Jin Lee (Jinny) Palen is the executive director of the Minnesota Association of Community Mental Health Programs (MACMHP) and Convergence Integrated Care, a clinically integrated network of community mental health centers across Minnesota. Her background includes public health research and analysis, community engagement, legislative advocacy, government relations, public policy and community leadership. Prior to her role with MACMHP, Palen was on the public policy staff of the Minnesota Association of Community Health Centers. Palen stays active in her local neighborhood community clinic and Asian American and Pacific Islander community.

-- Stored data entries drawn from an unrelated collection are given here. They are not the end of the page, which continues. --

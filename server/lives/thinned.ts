/** Evenly spaced rows of a long curve, the first and the last among them; every row that is kept is exact. */
export function thinned<Row>(rows: readonly Row[], most: number): Row[] {
  if (rows.length <= most) return [...rows];
  const step = (rows.length - 1) / (most - 1);
  return Array.from({ length: most }, (_, at) => rows[Math.round(at * step)]).filter(
    (row) => row !== undefined,
  );
}
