import { sql, type SQL } from 'drizzle-orm';
import { z } from 'zod';
import { COMPONENT_KINDS } from '../../../shared/basics';
import type { componentQuery } from '../../../shared/parts';
import type { Transaction } from '../../db/client';
import { effectiveComebacks } from '../../db/effective-comebacks';
import { allOf, anywhere, selectRows } from '../../db/rows';

const listedRow = z.object({
  id: z.string(),
  name: z.string(),
  system: z.string(),
  kind: z.enum(COMPONENT_KINDS),
  fitted: z.number(),
  failures: z.number(),
  unknown: z.number(),
  machines: z.number(),
  models: z.number(),
  comebackCount: z.number(),
  comebackSize: z.number(),
  spentCents: z.number(),
  sortKey: z.string(),
});
export type ComponentRow = z.output<typeof listedRow>;

/** Components with what was counted of each, on one model where it is named. */
export function findComponents(
  tx: Transaction,
  conditions: SQL,
  { rows, modelId }: { rows: number; modelId?: string | undefined },
): Promise<ComponentRow[]> {
  const onModel = modelId ? sql`AND r.model_id = ${modelId}` : sql.empty();
  return selectRows(
    tx,
    listedRow,
    sql`WITH page AS MATERIALIZED (
      SELECT c.* FROM components c WHERE ${conditions} ORDER BY c.name_key LIMIT ${rows}
    ), fitted AS (
      SELECT x.component_id, count(*)::int AS fitted,
        count(*) FILTER (WHERE x.reason = 'failed')::int AS failures,
        count(*) FILTER (WHERE x.reason = 'unknown')::int AS unknown,
        count(DISTINCT r.unit_id)::int AS machines, count(DISTINCT r.model_id)::int AS models,
        coalesce(sum(x.amount_cents), 0)::bigint::float8 AS spent
      FROM repair_lines x JOIN repairs r ON r.shop_id = x.shop_id AND r.id = x.repair_id ${onModel}
      WHERE x.component_id IN (SELECT id FROM page) AND x.kind = 'part' AND coalesce(x.quantity, 1) > 0 GROUP BY 1
    ), came_back AS MATERIALIZED (
      SELECT DISTINCT e.first_id FROM ${effectiveComebacks} e WHERE e.is_counted
    ), work AS (
      SELECT component_id, count(*)::int AS size, count(b.first_id)::int AS came_back
      FROM repair_facts f CROSS JOIN LATERAL unnest(f.trouble_component_ids) AS component_id
      ${modelId ? sql`JOIN repairs r ON r.shop_id = f.shop_id AND r.id = f.repair_id ${onModel}` : sql.empty()}
      LEFT JOIN came_back b ON b.first_id = f.repair_id
      WHERE f.left_out IS NULL GROUP BY 1
    )
    SELECT c.id, c.name, c.system, c.kind, coalesce(d.fitted, 0) AS fitted, coalesce(d.failures, 0) AS failures,
      coalesce(d.unknown, 0) AS unknown, coalesce(d.machines, 0) AS machines, coalesce(d.models, 0) AS models,
      coalesce(w.came_back, 0) AS "comebackCount", coalesce(w.size, 0) AS "comebackSize",
      coalesce(d.spent, 0) AS "spentCents", c.name_key AS "sortKey"
    FROM page c LEFT JOIN fitted d ON d.component_id = c.id LEFT JOIN work w ON w.component_id = c.id
    ORDER BY c.name_key`,
  );
}

export function componentConditions(
  { q, modelId }: Pick<z.output<typeof componentQuery>, 'q' | 'modelId'>,
  after: string | undefined,
): SQL {
  return allOf([
    q?.trim() ? sql`(c.name ILIKE ${anywhere(q)} OR c.system ILIKE ${anywhere(q)})` : undefined,
    modelId
      ? sql`c.id IN (SELECT x.component_id FROM repair_lines x JOIN repairs r
          ON r.shop_id = x.shop_id AND r.id = x.repair_id WHERE r.model_id = ${modelId})`
      : undefined,
    after === undefined ? undefined : sql`c.name_key > ${after}`,
  ]);
}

Palen worked for the Minnesota Department of Health in the Health Economics Program, Tobacco Prevention and Control and Legislative Affairs Office. Palen was a legislative policy fellow of the Partners for the Americas Policy Exchange Fellowship in 2014. She has a Bachelor of Arts in biology from the College of Saint Benedict and a Master of Public Health from the University of Minnesota.  

Samantha Repka

Samantha Repka is a research associate at the Duke-Margolis Institute for Health Policy, where she focuses on issues related to care delivery and payment reform, behavioral health (including substance use disorder) and other public health issues. Previously, Repka worked at the New York City Department of Health and Mental Hygiene, where she served as a director of public policy. Prior to her time in NYC, she was a senior manager at AcademyHealth and a Teach for America corps member. She holds a Master of Science in public health and a Bachelor of Science in public health from the University of North Carolina at Chapel Hill.

The Workforce Solutions Jam is a monthly webinar to build national momentum and encourage collaboration through the Center for Workforce Solutions, a partnership between the National Council for Mental Wellbeing, The College for Behavioral Health Leadership and Health Management Associates.